Treatment is overseen by nationally certified ABA providers, who are in short supply.

But Sidell said she’s hopeful training at area universities will help boost their numbers in clinics as well as at schools, day cares, and psychology and social work offices.

Ley, the therapy assistant who worked with Darrin McKenna last week, is a graduate student at Gonzaga University, where a master’s program prepares students to take the exam to be a board-certified behavior analyst.

Whitworth University has a proposed graduate-level program under review by the National Behavior Analyst Certification Board. The program could be running by next fall and would initially probably admit 10 to 15 students seeking to become certified ABA providers, special-education professor Flint Simonsen wrote in an email.

And WSU Spokane’s health sciences campus “is eager to explore partnerships” with the autism center, spokeswoman Terren Roloff said, and hopes to create clinical opportunities for students to learn about autism treatment.

‘My son had a voice’

Tara McCanna, Darrin’s mother, said the clinic already has helped him. By the end of his first day, she said, he could count by fives to 20 – on his way to 100, a previously set goal he hadn’t been able to progress toward before. Now he can button a shirt.

She attributed his successes to the clinic’s one-on-one approach.

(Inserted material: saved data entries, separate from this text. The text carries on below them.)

def _projection_section(data: ScenarioData) -> str:
    """The scenario's forward projection ('' where it has none): numbers, fills, figures."""
    proj = data.summary.get("projection")
    if not isinstance(proj, dict):
        return ""
    st = proj.get("settings") if isinstance(proj.get("settings"), dict) else {}
    start = st.get("start_year")
    slr = st.get("sea_level_rise")
    intro = (
        f"<p>The shoreline carried forward {_esc(st.get('years', '?'))} years"
        + (f" from {_esc(start)}" if start is not None else "")
        + (
            f" with whole years of the wave record drawn at random (seed {_esc(st.get('seed'))})"
            if st.get("climate") == "resample"
            else " with the wave record repeated"
        )
        + f"; sea-level rise {_esc(_sea_level_text(slr))}; {_esc(st.get('steps', '?'))} "
        "steps of at most "
        f"{_num(st.get('max_step_yr', float('nan')) * 365.25, 1)} days "
        f"({_esc(st.get('scheme', ''))}). A scenario of the past waves repeated, not a "
        "forecast.</p>"
    )
    years = proj.get("years") if isinstance(proj.get("years"), dict) else {}
    head = (
        "<thead><tr><th>Year</th>"
        '<th class="num">Largest retreat [m]</th><th class="num">Largest advance [m]</th>'
        '<th class="num">Mean shift [m]</th><th class="num">Sea-level rise [m]</th>'
        '<th class="num">Bruun retreat, mean [m]</th></tr></thead>'
    )
    rows = []
    for year, v in years.items():
        if not isinstance(v, dict):
            continue
        label = f"{year}" + (f" ({int(start) + int(year)})" if start is not None else "")
        rows.append(
            f"<tr><td>{_esc(label)}</td>"
            f'<td class="num">{_num(v.get("shift_min_m"), 2)}</td>'
            f'<td class="num">{_num(v.get("shift_max_m"), 2)}</td>'
            f'<td class="num">{_num(v.get("shift_mean_m"), 2)}</td>'
            f'<td class="num">{_num(v.get("sea_level_rise_m"), 3)}</td>'
            f'<td class="num">{_num(v.get("bruun_retreat_mean_m"), 2)}</td></tr>'
        )
    parts = [
        "<h4>Projection</h4>",
        intro,
        f'<table class="projection">{head}<tbody>{"".join(rows)}</tbody></table>',
    ]
    fills = proj.get("nourishments") or []
    if fills:
        report_years = [str(y) for y in proj.get("report_years", [])]
        fhead = (
            "<thead><tr><th>Nourishment</th><th>Part</th>"
            '<th class="num">From–to [km]</th><th class="num">Volume [m\u00b3]</th>'
            '<th class="num">Year</th>'
            + "".join(f'<th class="num">Kept, year {_esc(y)}</th>' for y in report_years)
            + "</tr></thead>"
        )
        frows = []
        for f in fills:
            kept = f.get("retained_fraction") or {}
            frows.append(
                f"<tr><td>{_esc(f.get('name', ''))}</td><td>{_esc(f.get('part_id', ''))}</td>"
                f'<td class="num">{_num(_km(f.get("from_chainage_m")), 2)}\u2013'
                f"{_num(_km(f.get('to_chainage_m')), 2)}</td>"
                f'<td class="num">{_num(f.get("volume_m3"), 0, True)}</td>'
                f'<td class="num">{_num(f.get("year"), 1)}</td>'
                + "".join(
                    '<td class="num">'
                    + ("\u2013" if kept.get(y) is None else f"{_num(100 * kept[y], 0)} %")
                    + "</td>"
                    for y in report_years
                )
                + "</tr>"
            )
        parts += [
            "<p>Share of each nourishment\u2019s volume still within its own stretch: the "
            "projection with it less the same projection without any nourishment.</p>",
            f'<table class="nourishments">{fhead}<tbody>{"".join(frows)}</tbody></table>',
        ]
    for warning in proj.get("warnings") or []:
        parts.append(f'<p class="missing">{_esc(warning)}</p>')
    parts += [_figure(data, name) for name in _PROJECTION_FIGURES]
    return "".join(parts)


def _strongest_erosion(data: ScenarioData, metric) -> dict:
    """``value`` (in the metric's unit), transect, part and chainage of the strongest erosion.

    From ``summary.json`` (``shift_m`` for a storm event, else ``rate_m_per_yr``); for an
    event folder written before events had their own units, the most negative shift in the
    transect layer. Empty when unknown.
    """
    worst = data.summary.get("strongest_erosion")
    if not isinstance(worst, dict) or not worst:
        return {}
    key = "shift_m" if metric.event else "rate_m_per_yr"
    if key in worst:
        return worst | {"value": worst[key]}
    tr = data.transects
    if not metric.event or metric.column not in tr.columns:
        return {}
    values = tr[metric.column].to_numpy(float)
    if not np.isfinite(values).any():
        return {}
    row = tr.iloc[int(np.nanargmin(values))]
    return {
        "value": values[int(np.nanargmin(values))],
        "transect_id": row.get("transect_id", "?"),
        "part_id": row.get("part_id", "?"),
        "chainage_m": row.get("chainage_m"),
    }


def _render_warnings(run: dict) -> str:
    warnings = run.get("warnings", [])
    if isinstance(warnings, str):
        warnings = [warnings]
    if not isinstance(warnings, list):
        warnings = [json.dumps(warnings, default=str)]
    if warnings:
        items = "".join(f"<li>{_esc(w)}</li>" for w in warnings)
        body = f'<ul class="warnings">{items}</ul>'
    else:
        body = "<p>No warnings were recorded for this run.</p>"
    return f'<section id="warnings"><h2>4. Warnings</h2>{body}</section>'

Before he worked on spelling words during his session last week, Darrin worked a shoelace. Later, he built with blocks.

(SR Photo: Dan Pelle)

Throughout the session, Ley offered small rewards tailored to Darrin’s preferences as she led him through exercises tailored to his needs. The spelling work was designed to improve Darrin’s skills, but also to help him practice responding on demand to verbal prompts for school.

While the clinic is designed mostly to be a first stop for families of autistic children, Darrin already had received ABA treatment through the Domino Project, the autism center’s early education program.

The results were striking, McCanna said.

“He didn’t talk, and then he talked,” she said. “I mean, my son had a voice. From not speaking to speaking, that really was amazing.”